__What you are asked to do__. Your answer must hold only the lines below from the line containing "days: number | null;" through the line containing "if (counts.since === null) return 'pending';", each reproduced exactly.

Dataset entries
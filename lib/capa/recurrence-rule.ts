/*
 * Whether a recurrence criterion is met, from the counts lib/capa/recurrence.ts reads. Pure, so the
 * rule is tested without a database and the page can word the result.
 *
 * The rule: any recurrence since the actions were completed fails the criterion at once (the actions
 * did not stop it); with none, the criterion is met once the period has run — every span it names
 * (batches, days) reached — and pending until then. Before the actions are completed nothing is
 * counted and the result is pending.
 */

export interface RecurrenceTarget {
  batches: number | null;
  days: number | null;
}

export interface RecurrenceCounts {
  /** When the actions were completed (ISO 8601, UTC); null while any is open. */
  since: string | null;
  recurrences: number;
  batchesSince: number;
  daysSince: number;
}

export type RecurrenceVerdict = boolean | 'pending';

export function recurrenceVerdict(counts: RecurrenceCounts, target: RecurrenceTarget): RecurrenceVerdict {
  if (counts.since === null) return 'pending';
  if (counts.recurrences > 0) return false;
  const batchesDone = target.batches === null || counts.batchesSince >= target.batches;
  const daysDone = target.days === null || counts.daysSince >= target.days;
  return batchesDone && daysDone ? true : 'pending';
}

const dayMs = 86_400_000;

/** Whole days from `since` to `now`, never negative. */
export function wholeDaysBetween(sinceIso: string, now: Date): number {
  return Math.max(0, Math.floor((now.getTime() - Date.parse(sinceIso)) / dayMs));
}

const plural = (n: number, one: string, many = `${one}s`) => `${n} ${n === 1 ? one : many}`;

/**
 * The sentence shown beside the criterion, e.g. "0 broken-body deviations on Filler 2 over 14 of 20
 * batches". `what` names the defect and `where` the machine or ring.
 */
export function describeRecurrence(
  counts: RecurrenceCounts,
  target: RecurrenceTarget,
  what: string,
  where: string,
): string {
  if (counts.since === null) return `Counting starts when every action is completed (${what} deviations on ${where}).`;
  const spans: string[] = [];
  if (target.batches !== null) spans.push(`${counts.batchesSince} of ${plural(target.batches, 'batch', 'batches')}`);
  if (target.days !== null) spans.push(`${counts.daysSince} of ${plural(target.days, 'day')}`);
  const over = spans.length > 0 ? ` over ${spans.join(' and ')}` : '';
  return `${plural(counts.recurrences, `${what} deviation`)} on ${where}${over} since ${counts.since.slice(0, 10)}`;
}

__Response for this exercise__.
  days: number | null;
}

export interface RecurrenceCounts {
  /** When the actions were completed (ISO 8601, UTC); null while any is open. */
  since: string | null;
  recurrences: number;
  batchesSince: number;
  daysSince: number;
}

export type RecurrenceVerdict = boolean | 'pending';

export function recurrenceVerdict(counts: RecurrenceCounts, target: RecurrenceTarget): RecurrenceVerdict {
  if (counts.since === null) return 'pending';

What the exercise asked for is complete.